Would you print the whole listing again, word for word?

• • • • •

impl Worker {
    /// A worker that has not begun.
    pub(crate) fn new(parts: WorkerParts) -> Self {
        let metrics = parts.context.metrics.of_sink(&parts.face.name);
        Self {
            face: parts.face,
            keeper: parts.keeper,
            link: parts.link.link,
            commands: parts.link.commands,
            correction: parts.correction,
            free_bytes_min: parts.free_bytes_min,
            view: parts.view,
            time: parts.time,
            context: parts.context,
            metrics,
            clock: HostClock::start(),
            run: None,
            entries: Vec::new(),
            outbound: Vec::with_capacity(4096),
            offs: Vec::new(),
            reset: None,
            reset_at: None,
            tripped_by: parts.tripped_by,
            ending: None,
            off_acknowledged: false,
            newsworthy: true,
            told_link: (LinkState::Lost, None),
            last_reading: None,
            published: HostTime::MIN,
            last_step_told: HostTime::MIN,
        }
    }

    /// Works until told to end.
    pub(crate) fn run(mut self) {
        let now = self.link.now();
        self.keeper.link_lost("the link is not open yet", now);
        loop {
            self.settle();
            self.publish();
            if self.is_over() {
                break;
            }
            self.wait();
        }
        self.abandon_run();
        self.newsworthy = true;
        self.publish();
    }

    /// Waits for whatever comes first, and lets the keeper know of it.
    fn wait(&mut self) {
        self.link.hold_time(self.keeper.waits_for_disk());
        let most = if self.ending.is_some() {
            WAIT_ENDING
        } else {
            WAIT_MAX
        };
        let latest = self.link.now().saturating_add(most);
        let until = self.keeper.deadline().map_or(latest, |at| at.min(latest));
        let arrived = self.link.wait(until);
        let now = self.link.now();
        self.time.store(now.micros(), Ordering::Relaxed);
        match arrived {
            Some(Inbox::Command(ask)) => self.take(ask, now),
            Some(Inbox::Bytes(bytes)) => self.keeper.receive(&bytes, now),
            Some(Inbox::LinkBack) => self.link_back(now),
            Some(Inbox::LinkLost(reason)) => self.link_lost(&reason, now),
            None => {}
        }
        if self.keeper.deadline().is_some_and(|at| at <= now) {
            self.keeper.tick(now);
        }
    }

    fn take(&mut self, ask: Ask, now: HostTime) {
        match ask {
            Ask::Off(answer) => {
                self.off(now, "off was asked for");
                self.offs.push(answer);
            }
            Ask::Begin(begin) => self.begin(*begin, now),
            Ask::Run {
                id,
                command,
                answer,
            } => self.command(id, command, answer, now),
            Ask::Setpoint {
                id,
                setpoint,
                interval,
                answer,
            } => self.set_by_hand(id, setpoint, interval, answer, now),
            Ask::Readbacks { id, answer } => {
                // Whoever asked may be gone.
                let _ = answer.send(self.readbacks(id));
            }
            Ask::Reset(answer) => self.reset(answer, now),
            Ask::Journal => self.journal_news(now),
            Ask::End => {
                self.off(now, "the daemon was ended");
                self.ending = Some(self.clock.now().saturating_add(LAST_WORDS_MAX));
            }
        }
    }

    /// Off: onto the line first, everything else after.
    fn off(&mut self, now: HostTime, why: &'static str) {
        if let Some(run) = &mut self.run {
            run.stopped_by.get_or_insert(why);
        }
        self.off_acknowledged = false;
        self.keeper.off(now);
        self.transmit();
    }

    fn command(
        &mut self,
        id: Uuid,
        command: Command,
        answer: Answer<Option<RunView>>,
        now: HostTime,
    ) {
        let meant = self.run.as_mut().filter(|run| run.id == id);
        let Some(run) = meant else {
            // Whoever asked may be gone.
            let _ = answer.send(None);
            return;
        };
        if command == Command::Stop {
            run.stopped_by.get_or_insert("a stop was asked for");
        }
        self.keeper.command(command, now);
        self.transmit();
        self.settle();
        self.newsworthy = true;
        self.publish();
        let view = self.run_view().or_else(|| self.context.ended.get(id));
        let _ = answer.send(view);
    }

    fn reset(&mut self, answer: Answer<Result<(), NotReset>>, now: HostTime) {
        let refused = if self.keeper.presence().description.is_none() {
            NotReset::NotConnected
        } else if self.keeper.reset(now) {
            self.reset = Some(answer);
            return;
        } else {
            NotReset::Busy
        };
        let _ = answer.send(Err(refused));
    }

    fn link_back(&mut self, now: HostTime) {
        self.keeper.link_back(now);
        self.link_stands(LinkState::Greeting, None, now);
    }

    fn link_lost(&mut self, reason: &LinkError, now: HostTime) {
        let reason = reason.to_string();
        self.keeper.link_lost(&reason, now);
        self.metrics.link_losses.inc();
        self.link_stands(LinkState::Lost, Some(reason), now);
    }

    /// Does all that the keeper asks for, then sends what is to be sent.
    fn settle(&mut self) {
        loop {
            while let Some(effect) = self.keeper.poll_effect() {
                self.meet(effect);
            }
            if !self.submit() {
                break;
            }
        }
        self.transmit();
        self.look_at_presence();
    }

    fn transmit(&mut self) {
        let urgency = self.keeper.take_transmit(&mut self.outbound);
        if !self.outbound.is_empty() {
            self.link.send(&self.outbound, urgency);
            self.outbound.clear();
        }
    }

    fn meet(&mut self, effect: Effect) {
        match effect {
            Effect::Append(entry) => {
                self.observe(&entry);
                self.entries.push(entry);
            }
            Effect::Closed { ending, status } => {
                self.submit();
                self.close(&ending, &status);
            }
            Effect::NotTheSinkDescribed(mismatches) => {
                let differences: Vec<String> = mismatches.iter().map(ToString::to_string).collect();
                let now = self.link.now();
                self.link_stands(LinkState::Refused, Some(differences.join("; ")), now);
            }
            Effect::Reset(result) => {
                if result.is_ok() {
                    self.tripped_by = None;
                    self.reset_at = Some(self.link.now());
                    self.newsworthy = true;
                    // Shown before it is answered: whoever starts a run next may.
                    self.publish();
                }
                if let Some(answer) = self.reset.take() {
                    let _ = answer.send(result.map_err(NotReset::Refused));
                }
            }
            Effect::OffAcknowledged => {
                self.off_acknowledged = true;
                for answer in self.offs.drain(..) {
                    let _ = answer.send(());
                }
            }
        }
    }

    /// Hands the entries to the journal. Whether the keeper has to hear that it takes no more.
    fn submit(&mut self) -> bool {
        if self.entries.is_empty() {
            return false;
        }
        let entries = std::mem::take(&mut self.entries);
        let Some(run) = &mut self.run else {
            return false;
        };
        let now = self.clock.now();
        if run.record.submit(entries, now) {
            return false;
        }
        self.keeper.record_failed(self.link.now());
        true
    }

    /// What the journal's thread has told.
    fn journal_news(&mut self, now: HostTime) {
        let Some(run) = &mut self.run else { return };
        let news = run.record.news(self.clock.now(), &self.metrics);
        if let Some(number) = news.durable {
            self.keeper.durable(number, now);
        }
        if let Some(trouble) = news.trouble {
            tracing::error!(run = %run.id, "the record: {trouble}");
            self.keeper.record_failed(now);
        }
    }

    /// What an entry means for viewers and metrics.
    fn observe(&mut self, entry: &Entry) {
        match &entry.body {
            Body::Event(happening) => self.observe_event(happening),
            Body::Finding(finding) => self.tell_finding(finding, entry.at),
            Body::Ended(ending) => self.tell_ended(ending, entry.at),
            Body::Note(Note::Described(description)) => {
                if let Some(run) = &self.run {
                    run.record.described(*description);
                }
            }
            Body::Note(Note::Retransmitted { orders, .. }) => {
                self.metrics.retransmissions.inc_by(u64::from(*orders));
            }
            Body::Note(Note::DamagedLines { lines, .. }) => {
                self.metrics.damaged_lines.inc_by(u64::from(*lines));
            }
            Body::Order { .. } | Body::Off | Body::Note(_) => {}
        }
    }

    /// Whether the worker's work is done.
    fn is_over(&mut self) -> bool {
        let Some(latest) = self.ending else {
            return false;
        };
        let quiet = self.run.is_none() && self.off_acknowledged;
        quiet || self.clock.now() >= latest
    }
}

• • • • •

### Written answer
impl Worker {
    /// A worker that has not begun.
    pub(crate) fn new(parts: WorkerParts) -> Self {
        let metrics = parts.context.metrics.of_sink(&parts.face.name);
        Self {
            face: parts.face,
            keeper: parts.keeper,
            link: parts.link.link,
            commands: parts.link.commands,
            correction: parts.correction,
            free_bytes_min: parts.free_bytes_min,
            view: parts.view,
            time: parts.time,
            context: parts.context,
            metrics,
            clock: HostClock::start(),
            run: None,
            entries: Vec::new(),
            outbound: Vec::with_capacity(4096),
            offs: Vec::new(),
            reset: None,
            reset_at: None,
            tripped_by: parts.tripped_by,
            ending: None,
            off_acknowledged: false,
            newsworthy: true,
            told_link: (LinkState::Lost, None),
            last_reading: None,
            published: HostTime::MIN,
            last_step_told: HostTime::MIN,
        }
    }

    /// Works until told to end.
    pub(crate) fn run(mut self) {
        let now = self.link.now();
        self.keeper.link_lost("the link is not open yet", now);
        loop {
            self.settle();
            self.publish();
            if self.is_over() {
                break;
            }
            self.wait();
        }
        self.abandon_run();
        self.newsworthy = true;
        self.publish();
    }

    /// Waits for whatever comes first, and lets the keeper know of it.
    fn wait(&mut self) {
        self.link.hold_time(self.keeper.waits_for_disk());
        let most = if self.ending.is_some() {
            WAIT_ENDING
        } else {
            WAIT_MAX
        };
        let latest = self.link.now().saturating_add(most);
        let until = self.keeper.deadline().map_or(latest, |at| at.min(latest));
        let arrived = self.link.wait(until);
        let now = self.link.now();
        self.time.store(now.micros(), Ordering::Relaxed);
        match arrived {
            Some(Inbox::Command(ask)) => self.take(ask, now),
            Some(Inbox::Bytes(bytes)) => self.keeper.receive(&bytes, now),
            Some(Inbox::LinkBack) => self.link_back(now),
            Some(Inbox::LinkLost(reason)) => self.link_lost(&reason, now),
            None => {}
        }
        if self.keeper.deadline().is_some_and(|at| at <= now) {
            self.keeper.tick(now);
        }
    }

    fn take(&mut self, ask: Ask, now: HostTime) {
        match ask {
            Ask::Off(answer) => {
                self.off(now, "off was asked for");
                self.offs.push(answer);
            }
            Ask::Begin(begin) => self.begin(*begin, now),
            Ask::Run {
                id,
                command,
                answer,
            } => self.command(id, command, answer, now),
            Ask::Setpoint {
                id,
                setpoint,
                interval,
                answer,
            } => self.set_by_hand(id, setpoint, interval, answer, now),
            Ask::Readbacks { id, answer } => {
                // Whoever asked may be gone.
                let _ = answer.send(self.readbacks(id));
            }
            Ask::Reset(answer) => self.reset(answer, now),
            Ask::Journal => self.journal_news(now),
            Ask::End => {
                self.off(now, "the daemon was ended");
                self.ending = Some(self.clock.now().saturating_add(LAST_WORDS_MAX));
            }
        }
    }

    /// Off: onto the line first, everything else after.
    fn off(&mut self, now: HostTime, why: &'static str) {
        if let Some(run) = &mut self.run {
            run.stopped_by.get_or_insert(why);
        }
        self.off_acknowledged = false;
        self.keeper.off(now);
        self.transmit();
    }

    fn command(
        &mut self,
        id: Uuid,
        command: Command,
        answer: Answer<Option<RunView>>,
        now: HostTime,
    ) {
        let meant = self.run.as_mut().filter(|run| run.id == id);
        let Some(run) = meant else {
            // Whoever asked may be gone.
            let _ = answer.send(None);
            return;
        };
        if command == Command::Stop {
            run.stopped_by.get_or_insert("a stop was asked for");
        }
        self.keeper.command(command, now);
        self.transmit();
        self.settle();
        self.newsworthy = true;
        self.publish();
        let view = self.run_view().or_else(|| self.context.ended.get(id));
        let _ = answer.send(view);
    }

    fn reset(&mut self, answer: Answer<Result<(), NotReset>>, now: HostTime) {
        let refused = if self.keeper.presence().description.is_none() {
            NotReset::NotConnected
        } else if self.keeper.reset(now) {
            self.reset = Some(answer);
            return;
        } else {
            NotReset::Busy
        };
        let _ = answer.send(Err(refused));
    }

    fn link_back(&mut self, now: HostTime) {
        self.keeper.link_back(now);
        self.link_stands(LinkState::Greeting, None, now);
    }

    fn link_lost(&mut self, reason: &LinkError, now: HostTime) {
        let reason = reason.to_string();
        self.keeper.link_lost(&reason, now);
        self.metrics.link_losses.inc();
        self.link_stands(LinkState::Lost, Some(reason), now);
    }

    /// Does all that the keeper asks for, then sends what is to be sent.
    fn settle(&mut self) {
        loop {
            while let Some(effect) = self.keeper.poll_effect() {
                self.meet(effect);
            }
            if !self.submit() {
                break;
            }
        }
        self.transmit();
        self.look_at_presence();
    }

    fn transmit(&mut self) {
        let urgency = self.keeper.take_transmit(&mut self.outbound);
        if !self.outbound.is_empty() {
            self.link.send(&self.outbound, urgency);
            self.outbound.clear();
        }
    }

    fn meet(&mut self, effect: Effect) {
        match effect {
            Effect::Append(entry) => {
                self.observe(&entry);
                self.entries.push(entry);
            }
            Effect::Closed { ending, status } => {
                self.submit();
                self.close(&ending, &status);
            }
            Effect::NotTheSinkDescribed(mismatches) => {
                let differences: Vec<String> = mismatches.iter().map(ToString::to_string).collect();
                let now = self.link.now();
                self.link_stands(LinkState::Refused, Some(differences.join("; ")), now);
            }
            Effect::Reset(result) => {
                if result.is_ok() {
                    self.tripped_by = None;
                    self.reset_at = Some(self.link.now());
                    self.newsworthy = true;
                    // Shown before it is answered: whoever starts a run next may.
                    self.publish();
                }
                if let Some(answer) = self.reset.take() {
                    let _ = answer.send(result.map_err(NotReset::Refused));
                }
            }
            Effect::OffAcknowledged => {
                self.off_acknowledged = true;
                for answer in self.offs.drain(..) {
                    let _ = answer.send(());
                }
            }
        }
    }

    /// Hands the entries to the journal. Whether the keeper has to hear that it takes no more.
    fn submit(&mut self) -> bool {
        if self.entries.is_empty() {
            return false;
        }
        let entries = std::mem::take(&mut self.entries);
        let Some(run) = &mut self.run else {
            return false;
        };
        let now = self.clock.now();
        if run.record.submit(entries, now) {
            return false;
        }
        self.keeper.record_failed(self.link.now());
        true
    }

    /// What the journal's thread has told.
    fn journal_news(&mut self, now: HostTime) {
        let Some(run) = &mut self.run else { return };
        let news = run.record.news(self.clock.now(), &self.metrics);
        if let Some(number) = news.durable {
            self.keeper.durable(number, now);
        }
        if let Some(trouble) = news.trouble {
            tracing::error!(run = %run.id, "the record: {trouble}");
            self.keeper.record_failed(now);
        }
    }

    /// What an entry means for viewers and metrics.
    fn observe(&mut self, entry: &Entry) {
        match &entry.body {
            Body::Event(happening) => self.observe_event(happening),
            Body::Finding(finding) => self.tell_finding(finding, entry.at),
            Body::Ended(ending) => self.tell_ended(ending, entry.at),
            Body::Note(Note::Described(description)) => {
                if let Some(run) = &self.run {
                    run.record.described(*description);
                }
            }
            Body::Note(Note::Retransmitted { orders, .. }) => {
                self.metrics.retransmissions.inc_by(u64::from(*orders));
            }
            Body::Note(Note::DamagedLines { lines, .. }) => {
                self.metrics.damaged_lines.inc_by(u64::from(*lines));
            }
            Body::Order { .. } | Body::Off | Body::Note(_) => {}
        }
    }

    /// Whether the worker's work is done.
    fn is_over(&mut self) -> bool {
        let Some(latest) = self.ending else {
            return false;
        };
        let quiet = self.run.is_none() && self.off_acknowledged;
        quiet || self.clock.now() >= latest
    }
}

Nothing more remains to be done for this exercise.